In some fields (math heavy), there are very few qualified US citizens. My company does not pay low wages and we do go through the effort to hire those on H1 B visas. We have a few positions that require the applicant to be a citizen and those take much longer for us to fill.
typical example,
subsidy to corporations by the republicans .....
Jan 14 , 2010 - senior executives at Molina Healthcare in Long Beach, Calif., called their staff together for a somber meeting. The company had done poorly the previous quarter, they announced. Dozens of people in the IT department would have to be let go.
What the fired employees didn’t know was that the previous day, the US Department of Labor had approved applications for 40 temporary workers from
India to be placed at Molina, through a company called Cognizant.

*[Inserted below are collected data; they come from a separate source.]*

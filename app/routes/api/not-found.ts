import { handleApi } from "~/utils/api-handler.server";
import { failWith } from "~/utils/problem-response.server";

/** Whatever the API does not have. */
export const loader = handleApi(() => {
  throw failWith(404, "request.not-found");
});

export const action = loader;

The fired employees — all US citizens or green card holders — were earning an average of $75,000 a year, plus benefits; the new workers, brought on
H-1B visas, earned $50,000, with no benefits, according to a lawsuit filed by the ex-employees. The lawsuit alleges that Molina was flush with cash at the time, and that the real reason employees were fired was their nationality.
“The business model is to replace Americans,” said James Otto, their attorney.
Not just at Molina, he said. “It’s happening across the country.”
"If you are an engineer and lose your job and you take a job as a sales clerk at Radio Shack, you’re counted as a sales clerk and not an unemployed engineer,” he said.
H-1B employers are required by law to pay the prevailing wage. The vast majority do, but Matloff said loopholes let employers underpay. Companies can save 20 percent to 50 percent while adhering to the letter of the law, he said, recouping the costs of government and legal fees required to bring a foreigner here.